North Dakota’s U.S. attorney stepping down

FARGO -- North Dakota's top federal prosecutor said Tuesday he's stepping down to return to private practice. U.S. Attorney for North Dakota Timothy Purdon, who has served in the post since September 2010, said he plans to open a Bismarck branch ...

U.S. Attorney for North Dakota Tim Purdon

FARGO - North Dakota’s top federal prosecutor said Tuesday he’s stepping down to return to private practice.
U.S. Attorney for North Dakota Timothy Purdon, who has served in the post since September 2010, said he plans to open a Bismarck branch of a national law firm.
He won’t name that law firm, but said his new work will include white-collar criminal defense work and national investigation, as well as representing local victims embroiled in legal controversies associated with the economic boom in the oil fields.
Purdon leaves with two years left in the term of President Barack Obama, who nominated him for the position in 2010.
“There was never going to be a perfect time to leave,” said Purdon, noting he’s served longer than the four-year term to which he was appointed. “I feel like we’ve made a lot of progress.”
A big focus of Purdon’s tenure as U.S. attorney was making Indian reservations safer.
That included an initiative that put Purdon’s assistant U.S. attorneys on the reservations in regular contact with the tribal communities they serve, as well as providing new support for crime prevention and re-entry programs.
Purdon said he planned to continue his work with North Dakota’s Native Americans as a private attorney, calling the frequency of crime on the reservation against Indian people “unacceptable.”
“It’s very emotional for me,” he said. “These are the folks that have been forgotten for far too long.”
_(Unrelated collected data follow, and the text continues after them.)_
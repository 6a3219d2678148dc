import { describe, expect, it } from "vitest";
import type { ComparisonTrace } from "../../lib/interpret";
import { formatComparisonCutoff, formatComparisonValue } from "../../lib/report/formatComparison";

/** A comparison as the interpretation layer traces it (values invented; cut-offs cited beside each). */
const trace = (t: Omit<ComparisonTrace, "outcome" | "text">): ComparisonTrace =>
  Object.freeze({ ...t, outcome: null, text: "" }) as ComparisonTrace;

describe("formatComparisonValue / formatComparisonCutoff", () => {
  it("rounds the patient's value to the variable's display precision and adds its unit", () => {
    // Raw values as an unrounded analysis gives them; hand rounding: 1.0670094854521774 → 1.07 (2 decimals);
    // 100.92107814620907 → 101 (whole); 18.2857 → 18.3 (1 decimal).
    const rer = trace({ variable: "peakRer", label: "Peak RER", unit: "", value: 1.0670094854521774, op: ">", cutoff: 1.05 });
    const hr = trace({ variable: "peakHrBpm", label: "Peak HR", unit: "bpm", value: 100.92107814620907, op: ">=", cutoff: 150 });
    const hrPct = trace({
      variable: "hrPctPred",
      label: "Peak HR",
      unit: "% predicted",
      value: 82.43628029724286,
      op: ">=",
      cutoff: 85,
    });
    const vo2kg = trace({
      variable: "peakVo2MlKgMin",
      label: "Peak VO2",
      unit: "mL/kg/min",
      value: 18.2857,
      op: "<",
      cutoff: 20,
    });
    expect(formatComparisonValue(rer)).toBe("Peak RER 1.07");
    expect(formatComparisonValue(hr)).toBe("Peak HR 101 bpm");
    expect(formatComparisonValue(hrPct)).toBe("Peak HR 82 % predicted");
    expect(formatComparisonValue(vo2kg)).toBe("Peak VO2 18.3 mL/kg/min");
  });

  it("says which side of a cut-off a value lies when its display rounds to it (Peak RER > 1.05, Radtke et al. 2019, confirmed)", () => {
    // invented peak RER 1.054: at its two display decimals "1.05", the cut-off itself; the side is said in words
    const near = trace({ variable: "peakRer", label: "Peak RER", unit: "", value: 1.054, op: ">", cutoff: 1.05 });
    expect(formatComparisonValue(near)).toBe("Peak RER 1.05 (just above the cut-off)");
    expect(formatComparisonValue({ ...near, value: 1.046 })).toBe("Peak RER 1.05 (just below the cut-off)");
    expect(formatComparisonValue({ ...near, value: 1.05 })).toBe("Peak RER 1.05");
    // SpO2 fall ≥ 4 percentage points (Hadeli et al. 2001, as cited in choices.json, confirmed); invented fall 4.01
    const fall = trace({
      variable: "spo2Fall",
      label: "SpO2 fall from rest",
      unit: "% points",
      value: 4.01,
      op: ">=",
      cutoff: 4,
    });
    expect(formatComparisonValue(fall)).toBe("SpO2 fall from rest 4.0 % points (just above the cut-off)");
  });

  it("writes cut-offs as a clinician reads them, keeping the published decimals", () => {
    // Peak RER > 1.05: ERS statement, Radtke et al. 2019, Eur Respir Rev 28:180101, Table 3 (confirmed).
    expect(
      formatComparisonCutoff(trace({ variable: "peakRer", label: "Peak RER", unit: "", value: 1.2, op: ">", cutoff: 1.05 })),
    ).toBe("Peak RER > 1.05");
    // Peak RER ≥ 1.10: JACC Heart Fail 2020 peak-RER subgroups (confirmed); 1.1 keeps two decimals → "1.10".
    expect(
      formatComparisonCutoff(trace({ variable: "peakRer", label: "Peak RER", unit: "", value: 1.2, op: ">=", cutoff: 1.1 })),
    ).toBe("Peak RER ≥ 1.10");
    // Peak HR ≥ 85 % predicted: practical guide to CPET in adults, Respir Res 2021, Table 1 (secondary).
    expect(
      formatComparisonCutoff(
        trace({ variable: "hrPctPred", label: "Peak HR", unit: "% predicted", value: 80, op: ">=", cutoff: 85 }),
      ),
    ).toBe("Peak HR ≥ 85 % predicted");
    // Peak VD/VT ≥ 0.28 keeps its two decimals (common practice for VD/VT).
    expect(
      formatComparisonCutoff(trace({ variable: "vdvtPeak", label: "Peak VD/VT", unit: "", value: null, op: ">=", cutoff: 0.28 })),
    ).toBe("Peak VD/VT ≥ 0.28");
  });

  it("says yes/no findings and missing values in words, never as code", () => {
    const plateau = trace({ variable: "vo2Plateau", label: "VO2 plateau", unit: "", value: null, op: "==", cutoff: true });
    expect(formatComparisonValue(plateau)).toBe("VO2 plateau: not available");
    expect(formatComparisonCutoff(plateau)).toBe("VO2 plateau present");
    const vt1 = trace({ variable: "vt1Determined", label: "VT1 determined", unit: "", value: true, op: "==", cutoff: false });
    expect(formatComparisonValue(vt1)).toBe("VT1 determined");
    expect(formatComparisonCutoff(vt1)).toBe("VT1 not determined");
    const sex = trace({ variable: "sex", label: "Sex", unit: "", value: "male", op: "in", cutoff: ["male", "female"] });
    expect(formatComparisonValue(sex)).toBe("Sex: male");
    expect(formatComparisonCutoff(sex)).toBe("Sex: male or female");
    for (const s of [formatComparisonCutoff(plateau), formatComparisonCutoff(vt1), formatComparisonValue(plateau)])
      expect(s).not.toMatch(/==|>=|<=|!=|\btrue\b|\bfalse\b|n\/a/);
  });
});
Federal prosecutions on reservations have increased markedly since 2009, said Richard Henderson, a recently retired federal public defender in Fargo.
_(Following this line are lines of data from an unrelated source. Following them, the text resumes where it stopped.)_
import { describe, expect, it } from "vitest";
import { analyse } from "../../lib/analysis";
import { analysisCharts } from "../../lib/report/analysisCharts";
import { demoRecord } from "./demoRecord";

describe("analysis charts read the engine's fits, never refit", () => {
  it("the V-slope chart's lines are the V-slope method's own, crossing at its estimate (invented demo case)", async () => {
    const result = analyse(await demoRecord("normal-adult"), { bootstrap: 0 });
    const method = result.thresholds.methods.find((m) => m.id === "vt1-v-slope")!;
    expect(method.vo2MlMin.value).not.toBeNull();
    const chart = analysisCharts(result).find((c) => c.id === "v-slope")!;
    const lines = chart.series.find((s) => s.kind === "line")!;
    const [from, cross, to] = lines.points;
    expect(cross[0]).toBeCloseTo(method.vo2MlMin.value!, 6);
    const { s1, s2, intercept1, intercept2 } = method.fit as Record<string, number>;
    expect(from[1]).toBeCloseTo(s1 * from[0] + intercept1, 6);
    expect(cross[1]).toBeCloseTo(s2 * cross[0] + intercept2, 6);
    expect(to[1]).toBeCloseTo(s2 * to[0] + intercept2, 6);
    expect(from[0]).toBeLessThan(cross[0]);
    expect(to[0]).toBeGreaterThan(cross[0]);
  });
});

describe("a reviewer's VT1 on the charts (invented demo case 'deconditioning')", () => {
  it("every VT1 marker reads 'VT1 (reviewer)' at the reviewer's value; the V-slope lines stay the automatic fit, named so", async () => {
    const record = await demoRecord("deconditioning");
    const auto = analyse(record, { bootstrap: 0 });
    const method = auto.thresholds.methods.find((m) => m.id === "vt1-v-slope")!;
    expect(method.vo2MlMin.value).not.toBeNull();
    // the reviewer's value: 150 mL/min below the automatic V-slope crossing, so the two cannot coincide
    const reviewerVo2 = Math.round(method.vo2MlMin.value! - 150);
    const result = analyse(record, {
      bootstrap: 0,
      overrides: [{ which: "vt1", vo2MlMin: reviewerVo2, reason: "test", by: "Dr Review", atIso: "2026-01-01T00:00:00.000Z" }],
    });
    expect(result.thresholds.vt1.overridden).toBeDefined();
    const charts = analysisCharts(result);
    const vslope = charts.find((c) => c.id === "v-slope")!;
    expect(vslope.markers).toEqual([{ x: result.thresholds.vt1.vo2MlMin.value, label: "VT1 (reviewer)", kind: "vt1" }]);
    const lines = vslope.series.find((s) => s.kind === "line")!;
    expect(lines.points[1][0]).toBeCloseTo(method.vo2MlMin.value!, 6);
    expect(lines.name).toMatch(/^automatic V-slope fit \(S1 [\d.]+, S2 [\d.]+; lines cross at \d+ mL\/min\)$/);
    for (const c of charts) for (const m of c.markers.filter((x) => x.kind === "vt1")) expect(m.label).toBe("VT1 (reviewer)");
    // without the override: plain "VT1" and the usual line name
    const plain = analysisCharts(auto).find((c) => c.id === "v-slope")!;
    expect(plain.markers.map((m) => m.label)).toEqual(["VT1"]);
    expect(plain.note).toBeUndefined();
  });
});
Henderson said Purdon’s emphasis on reducing crime in Indian Country was a first for that office, in his recollection.
“I think the biggest part of the problem is it’s just invisible,” he said. “It’s really important for our prosecutors and U.S. attorneys to work on that.”
Purdon was appointed by U.S. Attorney General Eric Holder to chair the Department of Justice’s Native American Issues Subcommittee in 2013.
“Tim Purdon has been an outstanding United States attorney, a fierce advocate for the people of North Dakota, and a strong national leader whose efforts to improve public safety in Indian Country have made a profound difference - and touched countless lives,” Holder said in a news release.
Purdon also targeted violent drug trafficking that emerged in the Oil Patch over the past three years, including getting a record number of federal agents and prosecutors working in the Bakken region. That led to a more than 150 percent increase in defendants charged in western North Dakota by the U.S. attorney’s office. He also sounded the alarm early about human trafficking issues in the western part of the state.
U.S. Sen. Heidi Heitkamp, a fellow Democrat, praised Purdon for his attention on rising drug crimes and human trafficking in the state, as well as for being a staunch advocate for Native Americans
“Tim was also one of the first leaders to take a hard line in combating drug crime and human trafficking which have unfortunately been increasing in the state,” Heitkamp said in a statement.
Though he was confirmed by the U.S. Senate, some North Dakota Republicans at the time criticized Obama’s choice of Purdon due to his close ties to state and national Democrats.
Purdon expressed his gratitude to Obama and Holder for his time in office, adding, “This is the best job I’ll ever have.
“You’re never going to leave these issues in perfect condition,” he said.
Henderson pointed out that Purdon’s time in office had coincided with some major changes in the state’s crime patterns due to the oil boom.
“When he started, oil was just a twinkle in someone’s eye,” he said. “He’s been a very effective U.S. attorney during some really tumultuous times.”
Purdon also oversaw the prosecution of Valentino Bagola for the murders of two children on the Spirit Lake Reservation and an investigation into a synthetic drug trafficking ring that killed two people by overdose in Grand Forks.
First Assistant U.S. Attorney Chris Myers will become the acting U.S. attorney for North Dakota when Purdon steps down March 12.
Purdon said Myers is a career prosecutor who has prosecuted many of the highest-profile drug cases of the past decade at the U.S. attorney’s office and would be able to institutionalize some of Purdon’s changes in approach to both reservation and Oil Patch crime, and make them permanent.